But I think Dark Souls was a turning point in many regards, in terms of difficulty I think it was confident in its own design and didn’t feel the need to water itself down for a broader appeal. For some people DS would have been their first ‘hard’ game and beating it teaches them about the diversity of forms that challenges take. It’s a big deal that it was so influential.

The work that went into the encounter design turned every fight into more than a simple hack-and-slash, it challenged the player in other ways to keep things engaging. And so you’re hooked from the very start!

For example, by the time you get to lower Undead Burg, you’ve already figured out that the game has a trick or two up its sleeve. And when you encounter a thief who can clearly see you in a narrow alley, you realise that something isn’t right. You’ve been seen, but the enemy isn’t attacking. Why? Because there’s another thief waiting to stab you in the back!
So many encounters are like this, where the real challenge isn’t about playing the block/attack rhythm game or comparing variables, the challenge is identifying when you’re walking into a trap.

And just as there isn’t a single way to be challenged, there isn’t a single way to beat encounters either. Dark Souls constantly bullshits the player, but freely accepts that the player can bullshit it back. By the time you get to Elden Ring, both the enounter design team and the players are engaged in what is clearly just a game of Calvinball. Big scary monster too hard to fight in the early game? Developers have no problem if you outsmart it or make use of the scenery to give yourself an unfair advantage. The monster will show up again on a more level playing field anyway.

This is why I think a lot of ‘easy mode’ discourse misses the point, to fail and feel demotivated is just another encounter, that’s something the developers intend for you to experience, so that you can figure out how to push on.

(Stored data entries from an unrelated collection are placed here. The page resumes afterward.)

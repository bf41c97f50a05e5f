using ExprModel.Core.Expression;
using ExprModel.Web.Simulation;

namespace ExprModel.Web.Workspace;

/// <summary>What the user chose on the Load page; null or empty means "detect".</summary>
/// <param name="Matrix">For .h5ad uploads: X, layer:NAME or raw (AnnData's own names); null reads X.</param>
public sealed record ReadChoices(string? Orientation, string? Unit, string? GroupColumn, string? Matrix = null)
{
    /// <summary>The library's reading of the choices (<see cref="ReadOptionsParser"/>); a bad one is the user's to fix.</summary>
    public ExpressionReadOptions ToOptions()
    {
        try { return ReadOptionsParser.Parse(Orientation, Unit, matrix: Matrix); }
        catch (ArgumentException e) { throw new UserInputException(e.Message); }
    }
}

Anyway, my favourite encounter? Anor Londo Archers. Yes, the ones that you have to run up the buttress to fight. It was a nightmare and I nearly quit playing the game entirely. But after days of failing something clicked, I realised I didn’t have to stick to my playstyle or abide by any code. I just grabbed a knife and a target shield, ran up and parried him. And that’s when I understood what I was really being tested on.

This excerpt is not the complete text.